Motion Picture Distribution, the distribution arm of what was Alliance Atlantis Communications, is returning to its roots.
The company is being renamed Alliance Films under a new management team, headed by Canadian distribution impresario Victor Loewy, who co-founded the original Alliance Entertainment with Robert Lantos in the early 1980s.
“It’s absolutely a coming home; it’s very joyful,” Loewy said Monday. “It’s gratifying to be back.”
Former Miramax executive Charles Layton has been appointed prexy; Xavier Marchand, former managing director of MPD’s British division, Momentum Pictures and Spanish sister Aurum, is prexy of the international division.
Marchand was suspended from MPD in January “without cause,” according to Loewy, who said that Marchand continued to run the company from home, “even though he wasn’t supposed to do it. There was a big leadership vacuum in the interim period, so he did it anyway.”
Loewy himself has been intimately tied with the company from day one. His Alliance Entertainment became the largest production and independent distribution company in Canada until its sale in 1998 to rival Atlantis Communications, forming Alliance Atlantis Communications.
Lantos moved on while Loewy remained to head the distribution division, which was renamed Motion Picture Distribution. “It was a terrible name,” says Loewy.
Loewy has had his ups and downs with his former employers, most recently quitting 14 months ago.
But the tiff put in jeopardy an unknown number of MPD’s lucrative output deals, which include New Line, Miramax, Focus and the Weinstein Co., so Loewy was rehired as a consultant.
“I’m really glad that everything is behind us and we finally have a team in place, and we’re ready to start and ready to prove ourselves once again,” he said.
There’s still some housecleaning to be done. Alliance Atlantis Communications’ $2.3 billion sale to CanWest Global Communications and Goldman Sachs closed in August, and the company was broken up, with Goldman Sachs and Canadian partner EdgeStone Capital Partners, a private equity firm, taking on the distribution division.
That part of the transaction has yet to receive the greenlight from Heritage Canada, since Canadian distributors have to be controlled by Canadians.

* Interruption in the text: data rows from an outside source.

"""PSF stacks of simulated instruments: a lensless mask camera and a pupil-plane microscope.

Both benches follow one recipe per depth and wavelength: the point's field arrives at a thin
element (:class:`~volrecon.simulate.masks.PhaseMask`), is multiplied by its transmittance,
travels to the sensor by the band-limited angular spectrum method, and is recorded as
intensity integrated over each pixel. A plane of the returned stack is the fraction of a
unit-power isotropic emitter's light that lands on each sensor pixel.
"""

from __future__ import annotations

import math
import warnings
from collections.abc import Sequence
from dataclasses import dataclass
from typing import TYPE_CHECKING

import numpy as np
import scipy.fft

from volrecon.backend import available_cores
from volrecon.errors import ConfigError, ShapeError, VolreconWarning
from volrecon.simulate.masks import PhaseMask, circular_aperture
from volrecon.simulate.propagation import _apply_transfer, angular_spectrum_transfer
from volrecon.simulate.sources import (
    _pupil_field,
    _pupil_path_um,
    _spherical_path_um,
    collection_efficiency,
    spherical_wave,
)

if TYPE_CHECKING:
    from volrecon._typing import ComplexArray, FloatArray
    from volrecon.models import PSFModel

__all__ = ["PSFStack", "emission_band", "lensless_psf_stack", "pupil_psf_stack"]


@dataclass(frozen=True, eq=False)
class PSFStack:
    """A simulated PSF stack with the sampling it was made on.

    Attributes
    ----------
    psf_zyx : ndarray of shape (Z, Y, X), float32, read-only
        Plane ``i``: expected fraction of a unit-power emitter at ``depths_um[i]`` recorded
        by each sensor pixel. A point at voxel ``(i, Y//2, X//2)`` gives this plane.
    depths_um : ndarray of shape (Z,), float64, read-only
        Depth of each plane, micrometres (see the function that made the stack).
    pixel_size_um : float
        Sensor pixel pitch, micrometres.
    sample_pixel_size_um : float or None
        One sensor pixel mapped into the sample (pitch over magnification), micrometres; None
        where the magnification changes with depth (the lensless camera).
    wavelengths_um : tuple of float
        Vacuum wavelengths averaged over.
    wavelength_weights : tuple of float
        Their weights, summing to 1.
    """

    psf_zyx: FloatArray
    depths_um: FloatArray
    pixel_size_um: float
    sample_pixel_size_um: float | None
    wavelengths_um: tuple[float, ...]
    wavelength_weights: tuple[float, ...]

    def __post_init__(self) -> None:
        psf = np.array(self.psf_zyx, dtype=np.float32)
        depths = np.array(self.depths_um, dtype=np.float64).reshape(-1)
        if psf.ndim != 3 or psf.shape[0] != depths.size:
            raise ShapeError(
                f"PSFStack psf_zyx {psf.shape} must be (Z, Y, X) with Z = {depths.size} depths")
        psf.setflags(write=False)
        depths.setflags(write=False)
        object.__setattr__(self, "psf_zyx", psf)
        object.__setattr__(self, "depths_um", depths)

    @property
    def n_planes(self) -> int:
        """Number of depth planes Z."""
        return int(self.psf_zyx.shape[0])

    @property
    def depth_step_um(self) -> float:
        """Spacing of the depths, micrometres (uniform spacing required; 1.0 for one plane)."""
        if self.n_planes == 1:
            return 1.0
        steps = np.diff(self.depths_um)
        if not np.allclose(steps, steps[0], rtol=1e-6, atol=1e-9) or steps[0] <= 0:
            raise ConfigError(
                "PSFStack depths_um are not evenly increasing; simulate evenly spaced depths "
                "to use the stack as a model")
        return float(steps[0])

    def to_model(self) -> PSFModel:
        """The shift-invariant volrecon model of this stack (used as given).

        Its lateral voxel size is `sample_pixel_size_um`, or the sensor pitch where that is
        None (the lensless camera, whose volume is then described on the sensor grid).
        """
        from volrecon.models import PSFModel

        pixel = self.sample_pixel_size_um or self.pixel_size_um
        return PSFModel.from_stack(self.psf_zyx, self.depth_step_um, pixel,
                                   float(self.depths_um[0]))


def emission_band(center_um: float, full_width_um: float, *, samples: int = 5
                  ) -> tuple[tuple[float, ...], tuple[float, ...]]:
    """Wavelengths and weights sampling a Gaussian emission band.

    Parameters
    ----------
    center_um : float
        Peak wavelength, micrometres.
    full_width_um : float
        Full width at half maximum, micrometres; 0 gives the single centre wavelength.
    samples : int
        Number of wavelengths, spread evenly over ± one FWHM.

    Returns
    -------
    wavelengths_um, weights : tuple of float
        Weights are the Gaussian spectrum at each wavelength, normalised to sum 1.
    """
    if not (math.isfinite(center_um) and center_um > 0):
        raise ConfigError(f"center_um must be a positive wavelength; got {center_um!r}")
    if not (math.isfinite(full_width_um) and 0 <= full_width_um < center_um):
        raise ConfigError(f"full_width_um must be in [0, center_um); got {full_width_um!r}")
    if full_width_um == 0 or samples == 1:
        return (float(center_um),), (1.0,)
    if samples < 1:
        raise ConfigError(f"samples must be at least 1; got {samples}")
    waves = center_um + np.linspace(-full_width_um, full_width_um, samples)
    sigma = full_width_um / (2.0 * math.sqrt(2.0 * math.log(2.0)))
    weights = np.exp(-0.5 * ((waves - center_um) / sigma) ** 2)
    weights /= weights.sum()
    return tuple(float(w) for w in waves), tuple(float(w) for w in weights)


def _wavelengths(wavelength_um: float | Sequence[float],
                 wavelength_weights: Sequence[float] | None
                 ) -> tuple[tuple[float, ...], tuple[float, ...]]:
    waves = (wavelength_um,) if isinstance(wavelength_um, int | float) else tuple(wavelength_um)
    if not waves or not all(math.isfinite(w) and w > 0 for w in waves):
        raise ConfigError(f"wavelength_um must be positive wavelengths; got {wavelength_um!r}")
    if wavelength_weights is None:
        weights = np.full(len(waves), 1.0 / len(waves))
    else:
        weights = np.asarray(wavelength_weights, dtype=np.float64)
        if weights.shape != (len(waves),) or (weights < 0).any() or weights.sum() <= 0:
            raise ConfigError(
                f"wavelength_weights must be {len(waves)} non-negative numbers with a positive "
                f"sum; got {wavelength_weights!r}")
        weights = weights / weights.sum()
    return tuple(float(w) for w in waves), tuple(float(w) for w in weights)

Although it is unclear how much of the equity is held by Goldman Sachs and how much by EdgeStone, EdgeStone has the controlling interest in the company, Loewy said, including the majority of seats on the board and voting control.
That decision notwithstanding, Alliance Films is already on a shopping spree. The company is actively looking to acquire distributors to add to its stable, primarily in Germany and Scandinavia for now, but in other European countries later as well, he said.
In addition, Loewy and his colleagues are busy at the Toronto Intl. Film Festival, which runs until Saturday.
They are working to sign output deals with independent U.S. production companies as well as picking up individual films from Canadian producers for their Canadian operations and from Europeans for Momentum and Aurum.
Alliance Films is Canada’s largest independent distributor with a market share of between 15% and 23%, but Loewy must now compete with two of his former colleagues and closest protégés: Lantos, who recently hung out distribution shingle Maximum Films; and Patrice Theroux, who recently set up a distribution division for Toronto-based Entertainment One following its acquisition of Montreal-based Seville Pictures, a mid-sized distribution company.